This repository contains two Persian text analysis projects: Sentence Tokenization and Sentiment Analysis.
This project tokenizes sentences in Persian texts. It splits the input text into individual sentences and labels them based on the given ratings.
- Sentence Tokenization: Splits the text into separate sentences.
- Sentiment Labeling: Labels sentences based on their rating as
positive,neutral, ornegative.
- Install Required Libraries
- It's suggested to use Python 3.6 or 3.7 for sentence tokenizing and Parsinorm project.
- It's suggested to run the tokenizing project in a conda environment.
- Please visit the link and add any necessary files to the Anaconda directories.
- It's recommended to use Python 3.11 for running sentiment analysis.
Execute the script using Python. The script will prompt you for the following inputs:
- File Path: Path to the input CSV file.
- Text Column Index: Index of the column containing text data (e.g., 0 for the first column).
- Rating Column Index: Index of the column containing rating data (e.g., 1 for the second column).

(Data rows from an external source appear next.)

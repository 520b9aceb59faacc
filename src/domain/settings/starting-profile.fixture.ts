import type { StartingProfileRequest } from "./starting-profile-request";

/** Twelve plain noes. */
export const OPEN_GATE: StartingProfileRequest["gate"] = {
  pregnant: "no",
  under18: "no",
  recentSevereLow: "no",
  recentKetoacidosis: "no",
  impairedAwareness: "no",
  kidneyLiverAdrenal: "no",
  steroids: "no",
  acuteIllness: "no",
  eatingDisorder: "no",
  sglt2Inhibitor: "no",
  firstEverPump: "no",
  frailOrCognitive: "no",
};

/** The reference person of settings.md 3.2: 80 kg, 40 U a day by injection, gate open. */
export const REFERENCE_REQUEST: StartingProfileRequest = {
  weightKg: 80,
  ageYears: 40,
  injectionsTotalDailyDoseUnits: 40,
  hypoProne: false,
  insulinStepUnits: 0.05,
  gate: OPEN_GATE,
  forReview: false,
  glucoseUnit: "mg/dL",
};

- Output File Name: Name of the output CSV file where the tokenized data will be saved (e.g.,
tokenized_output.csv).
The script will read the CSV file, tokenize sentences, and save the results to the specified output file.
This project performs sentiment analysis on Persian sentences using the pre-trained "roberta-sentiment-persian" model. It classifies sentences into one of three categories: negative, positive, or neutral.
- Sentiment Analysis: Classifies sentences into
negative,positive, orneutral. - Pre-trained Model: Uses the "roberta-sentiment-persian" model for sentiment classification.
-
Install Required Libraries
Install the necessary libraries using the following command:
pip install transformers torch pandas
Execute the script using Python. The script will prompt you for the following inputs:
- File Path: Path to the input CSV file.
- Text Column Index: Index of the column containing text data (e.g., 0 for the first column).
- Output File Name: Name of the output CSV file where the sentiment labels will be saved (e.g.,
sentiment_output.csv).
The script will load the model, analyze the sentiment of each sentence, and save the results to the specified output file.